RAG Solved the Wrong Problem

Imagine a system that receives a question, decides it needs two searches — one keyword, one semantic — runs the first, notices the results are thin, reformulates and runs the second, then decides it already has enough and skips a third. It retrieves what it needs, when it needs it, in the form that suits the question. Now imagine the dominant architecture for AI retrieval makes all of that impossible by design.

That architecture is Retrieval-Augmented Generation, and the idea behind it was sensible when it emerged: language models have knowledge cutoffs and can’t access your documents, so you retrieve relevant chunks and stuff them into the context window before generating an answer. A pipeline: query comes in, retriever runs, chunks land in context, model generates. The problem isn’t that it doesn’t work. The problem is that it was designed for a system that couldn’t reason about its own information needs — and we kept using it after that stopped being true.

The pipeline commits to a retrieval strategy before knowing what the question actually demands. It decides how many chunks to retrieve, which similarity metric to use, whether to rerank — in advance, as configuration, not as reasoning. For a passive model that will consume whatever context it receives, this is the best available approach. For an agent that can ask itself what kind of retrieval this question requires, it’s a step backward.

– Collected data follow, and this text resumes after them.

#[test]
fn theta_r_pinned_at_zero_is_held_there() {
    // A curve that wants a negative theta_r: the best bounded fit has theta_r = 0.
    let truth = [0.0, 0.41, 0.075, 1.89];
    let mut y = curve(&truth);
    for v in y.iter_mut().skip(6) {
        *v *= 0.6;
    }
    let r = fit_curve(&Vg, "vg", &Readings::new(&H, &y), &FitOptions::new()).unwrap();
    let tr = r.parameter("theta_r").unwrap();
    assert_eq!(tr.value, 0.0);
    assert_eq!(tr.at_bound, Some(Side::Lower));
    assert!(r.converged);
    assert!(
        r.message
            .as_deref()
            .unwrap_or("")
            .contains("theta_r on its lower bound")
    );
}

#[test]
fn bad_input_is_an_error_not_a_panic() {
    let y = curve(&[0.065, 0.41, 0.075, 1.89]);
    let opts = FitOptions::new();
    let err = |x: &[f64], y: &[f64]| fit_curve(&Vg, "vg", &Readings::new(x, y), &opts).unwrap_err();
    assert!(matches!(
        err(&H[..4], &y[..4]),
        FitError::TooFewPoints { points: 4, free: 4 }
    ));
    assert!(matches!(err(&H, &[0.3; 9]), FitError::FlatData { .. }));
    assert!(matches!(
        err(&[5.0; 9], &y),
        FitError::SuctionsAllEqual { .. }
    ));
    assert!(matches!(err(&H[..8], &y), FitError::LengthMismatch { .. }));
    let mut bad = y.clone();
    bad[2] = f64::NAN;
    assert!(matches!(
        err(&H, &bad),
        FitError::NonFinite {
            what: "theta",
            index: 3,
            ..
        }
    ));
    let mut wet = y.clone();
    wet[0] = -0.01;
    assert!(matches!(
        err(&H, &wet),
        FitError::WaterContentOutOfRange { index: 1, .. }
    ));
    let mut neg = H;
    neg[1] = -1.0;
    assert!(matches!(
        err(&neg, &y),
        FitError::NegativeSuction { index: 2, .. }
    ));
    let unknown = FitOptions::new().with_fixed("beta", 1.0);
    let e = fit_curve(&Vg, "vg", &Readings::new(&H, &y), &unknown).unwrap_err();
    assert!(e.to_string().contains("no parameter \"beta\""), "{e}");
}

#[test]
fn weights_scale_rows() {
    let truth = [0.065, 0.41, 0.075, 1.89];
    let mut y = curve(&truth);
    y[4] += 0.02;
    let w = [1.0, 1.0, 1.0, 1.0, 1e-6, 1.0, 1.0, 1.0, 1.0];
    let r = fit_curve(
        &Vg,
        "vg",
        &Readings::new(&H, &y).with_weights(&w),
        &FitOptions::new(),
    )
    .unwrap();
    // The outlier hardly counts, so the other readings are fitted almost exactly.
    assert!((r.parameter("n").unwrap().value - 1.89).abs() < 1e-3);
    let json = serde_json::to_string(&r).unwrap();
    let back: FitReport = serde_json::from_str(&json).unwrap();
    assert_eq!(back, r);
}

When you give an agent search tools instead — a keyword tool and a semantic one — it can reason about retrieval the same way it reasons about anything else. Precise terms and known identifiers belong in keyword search. Conceptual similarity and paraphrase belong in semantic search. Some questions need both, in sequence, with the second informed by what the first returned. Some questions don’t need retrieval at all, and the agent can recognise that without being forced through a pipeline that retrieves anyway. The pipeline isn’t reasoning. The agent is. The distinction matters more than the retrieval method.

For high-volume, predictable retrieval — processing thousands of documents, running the same query pattern at scale — a pipeline beats an agent on cost and latency every time, and no one should pretend otherwise. The architecture choice isn’t RAG versus agentic search; it’s which tool fits the task. The mistake is treating RAG as the default and agentic search as the exotic edge case, when for reasoning systems the relationship may be reversed.

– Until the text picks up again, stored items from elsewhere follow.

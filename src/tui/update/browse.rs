//! Updates of the browse screen: the campaign tree and the panes of the selected sample.

#[allow(clippy::wildcard_imports)]
// the parent's imports and helpers, as one module split by screen
use super::*;

pub(super) fn toggle_node(tree: &mut Tree, row: TreeRow, open: Option<bool>) {
    match row {
        TreeRow::Site(s) => {
            let key = NodeKey::Site(s);
            let now = tree.expanded.contains(&key);
            if open.unwrap_or(!now) {
                tree.expanded.insert(key);
            } else {
                tree.expanded.remove(&key);
            }
        }
        TreeRow::Layer(s, l) => {
            let key = NodeKey::Layer(s, l);
            let now = !tree.collapsed_layers.contains(&key);
            if open.unwrap_or(!now) {
                tree.collapsed_layers.remove(&key);
            } else {
                tree.collapsed_layers.insert(key);
            }
        }
        TreeRow::Sample(..) => return,
    }
    tree.rebuild();
}

pub(super) fn on_tree(state: &mut AppState, action: &Action) -> Vec<Effect> {
    let len = state.tree.rows.len();
    if let Some(cursor) = moved(state, state.tree.cursor, len, action) {
        state.tree.cursor = cursor;
        return follow_tree(state);
    }
    let Some(row) = state.tree.current() else {
        if *action == Action::Back && !state.tree.filter.is_empty() {
            state.tree.filter.clear();
            state.tree.rebuild();
        }
        return Vec::new();
    };
    let filtering = !state.tree.filter.is_empty();
    match action {
        Action::Left => {
            let parent = match row {
                TreeRow::Site(_) => None,
                TreeRow::Layer(s, _) => Some(TreeRow::Site(s)),
                TreeRow::Sample(s, l, _) => Some(TreeRow::Layer(s, l)),
            };
            if !filtering && !matches!(row, TreeRow::Sample(..)) && state.tree.is_open(row) {
                toggle_node(&mut state.tree, row, Some(false));
            } else if let Some(pos) =
                parent.and_then(|p| state.tree.rows.iter().position(|r| *r == p))
            {
                state.tree.cursor = pos;
            }
            Vec::new()
        }
        Action::Right => match row {
            TreeRow::Sample(..) => {
                state.focus = Pane::Readings;
                Vec::new()
            }
            _ if state.tree.is_open(row) => {
                if state.tree.cursor + 1 < state.tree.rows.len() {
                    state.tree.cursor += 1;
                }
                follow_tree(state)
            }
            _ => {
                toggle_node(&mut state.tree, row, Some(true));
                Vec::new()
            }
        },
        Action::Open => match row {
            TreeRow::Sample(..) => {
                state.focus = Pane::Readings;
                Vec::new()
            }
            _ if filtering => Vec::new(),
            _ => {
                toggle_node(&mut state.tree, row, None);
                Vec::new()
            }
        },
        Action::Back => {
            if filtering {
                clear_filter(state);
                state.say(Tone::Info, "filter cleared");
            }
            follow_tree(state)
        }
        _ => Vec::new(),
    }
}

pub(super) fn on_browse(state: &mut AppState, action: &Action) -> Vec<Effect> {
    match action {
        Action::NextPane => {
            state.focus = state.focus.cycle(1);
            return Vec::new();
        }
        Action::PrevPane => {
            state.focus = state.focus.cycle(-1);
            return Vec::new();
        }
        Action::StartFilter => {
            // A new filter each time; Esc in the tree clears a kept one.
            state.focus = Pane::Tree;
            state.tree.filter.clear();
            state.tree.rebuild();
            state.input = Input::Filter(String::new());
            return Vec::new();
        }
        Action::ToggleFlag => {
            start_flag(state);
            return Vec::new();
        }
        _ => {}
    }
    match state.focus {
        Pane::Tree => on_tree(state, action),
        Pane::Curve | Pane::Readings => {
            let len = state.reading_rows();
            let step = match action {
                Action::Left if state.focus == Pane::Curve => Some(&Action::Up),
                Action::Right if state.focus == Pane::Curve => Some(&Action::Down),
                other => Some(other),
            };
            if let Some(cursor) = step.and_then(|a| moved(state, state.reading, len, a)) {
                state.reading = cursor;
            } else if matches!(action, Action::Back | Action::Left) {
                state.focus = Pane::Tree;
            }
            Vec::new()
        }
        Pane::Card => {
            match action {
                Action::Up => state.card_scroll = state.card_scroll.saturating_sub(1),
                Action::Down => state.card_scroll = state.card_scroll.saturating_add(1),
                Action::Top => state.card_scroll = 0,
                Action::Back | Action::Left => state.focus = Pane::Tree,
                _ => {}
            }
            Vec::new()
        }
    }
}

The deeper issue is that we’re still importing design decisions from an era when AI couldn’t reason. The retrieval pipeline joins a longer list of inherited assumptions: embeddings as the universal representational layer, context windows as the natural unit of working memory, pipelines as the right abstraction for what are now reasoning systems. RAG wasn’t wrong for what it was built for. The question is which other decisions we’re still carrying forward without noticing, because we adopted them before the systems they were built around ceased to apply.